<<<<
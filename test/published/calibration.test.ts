/** Calibrations from print. */
import { describe, expect, it } from "vitest";
import { type Thermocouple, thermocouple } from "../../src/core";
import { type DeviationFunction, emfAtNominal, fitDeviation } from "../../src/core/calibration";

describe("EA-4/02 M:2013, supplement 1, example S5: type N at 1000 °C", () => {
  it("moves 36 248 µV, measured at 1000.5 °C, to 36 229 µV at the nominal 1000 °C", () => {
    // Printed with 0.026 °C/µV, rounded: 19.2 µV of which the reference function makes 19.4.
    const moved = emfAtNominal(thermocouple("N") as Thermocouple, 36.248, 1000.5, 1000) as number;
    expect(Math.abs(moved * 1000 - 36_229)).toBeLessThan(1);
  });
});

describe("JCGM 100:2008 (GUM) H.3: a thermometer's correction as a straight line in t − 20 °C", () => {
  const t = [21.521, 22.012, 22.512, 23.003, 23.507, 23.999, 24.513, 25.002, 25.503, 26.01, 26.511];
  const b = [-0.171, -0.169, -0.166, -0.159, -0.164, -0.165, -0.156, -0.157, -0.159, -0.161, -0.16];
  const fit = fitDeviation(
    t.map((reading) => reading - 20),
    b,
    1,
  ) as DeviationFunction;
  const covariance = fit.covariance as readonly (readonly [number, number])[];
  const [u1, u2] = fit.uncertainties as [number, number];

  it("has the printed intercept, slope and standard uncertainties", () => {
    expect(fit.coefficients[0]).toBeCloseTo(-0.1712, 4);
    expect(fit.coefficients[1]).toBeCloseTo(0.00218, 5);
    expect(u1).toBeCloseTo(0.0029, 4);
    expect(u2).toBeCloseTo(0.00067, 5);
  });

  it("has the printed correlation −0.930 and scatter 0.0035 °C with 9 degrees of freedom", () => {
    expect((covariance[0]?.[1] ?? 0) / (u1 * u2)).toBeCloseTo(-0.93, 3);
    expect(fit.residualSd as number).toBeCloseTo(0.0035, 4);
    expect(fit.dof).toBe(9);
  });

  it("predicts −0.1494 °C at 30 °C with a standard uncertainty of 0.0041 °C, by its covariance", () => {
    const [c1, c2] = fit.coefficients as [number, number];
    expect(c1 + 10 * c2).toBeCloseTo(-0.1494, 4);
    const variance = u1 ** 2 + 2 * 10 * (covariance[0]?.[1] ?? 0) + 100 * u2 ** 2;
    expect(Math.sqrt(variance)).toBeCloseTo(0.0041, 4);
  });
});
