import { describe, expect, it } from "vitest";
import { platinumResistance, platinumTemperature } from "../../src/core/junction";
import { platinumTable, supersededPlatinumTable } from "./platinum";

/** Half a unit of the last printed digit, and the rounding of a sum that ends in 5. */
const HALF_OHM_DIGIT = 0.005 + 1e-9;

describe("IEC 60751, R0 = 100 Ω", () => {
  it.each(platinumTable)("%d °C is printed as %d Ω", (t, printed) => {
    expect(Math.abs((platinumResistance(t, 100) as number) - printed)).toBeLessThanOrEqual(HALF_OHM_DIGIT);
  });

  // The two ends may round to outside the range by less than the half digit.
  it.each(platinumTable.slice(1, -1))("%d °C comes back from the printed %d Ω", (t, printed) => {
    const perDegree = (platinumResistance(t + 1, 100) as number) - (platinumResistance(t, 100) as number);
    expect(Math.abs((platinumTemperature(printed, 100) as number) - t)).toBeLessThanOrEqual(
      1.01 * (HALF_OHM_DIGIT / perDegree),
    );
  });

  it.each(platinumTable)("%d °C is ten times %d Ω with R0 = 1000 Ω", (t, printed) => {
    expect(Math.abs((platinumResistance(t, 1000) as number) / 10 - printed)).toBeLessThanOrEqual(
      HALF_OHM_DIGIT,
    );
  });

  it("has R(100 °C) = 138.5055 Ω, α = 3.85055E-3 /°C (IEC 60751, from memory)", () => {
    expect(Math.abs((platinumResistance(100, 100) as number) - 138.5055)).toBeLessThan(5e-5);
  });
});

describe("the superseded table of IPTS-68 (one copy, checked against its coefficients from memory)", () => {
  it.each(supersededPlatinumTable)("%d °C was printed as %d Ω, another value than today's", (t, printed) => {
    const today = platinumResistance(t, 100) as number;
    expect(today.toFixed(2)).not.toBe(printed.toFixed(2));
    expect(Math.abs(today - printed)).toBeLessThanOrEqual(0.06 + 1e-9);
  });
});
>>>>
_WHAT YOU ARE ASKED TO DO_.
Every line above with the string "today" in it needs to be copied.

_EXERCISE OUTPUT_.
  it.each(supersededPlatinumTable)("%d °C was printed as %d Ω, another value than today's", (t, printed) => {
    const today = platinumResistance(t, 100) as number;
    expect(today.toFixed(2)).not.toBe(printed.toFixed(2));
    expect(Math.abs(today - printed)).toBeLessThanOrEqual(0.06 + 1e-9);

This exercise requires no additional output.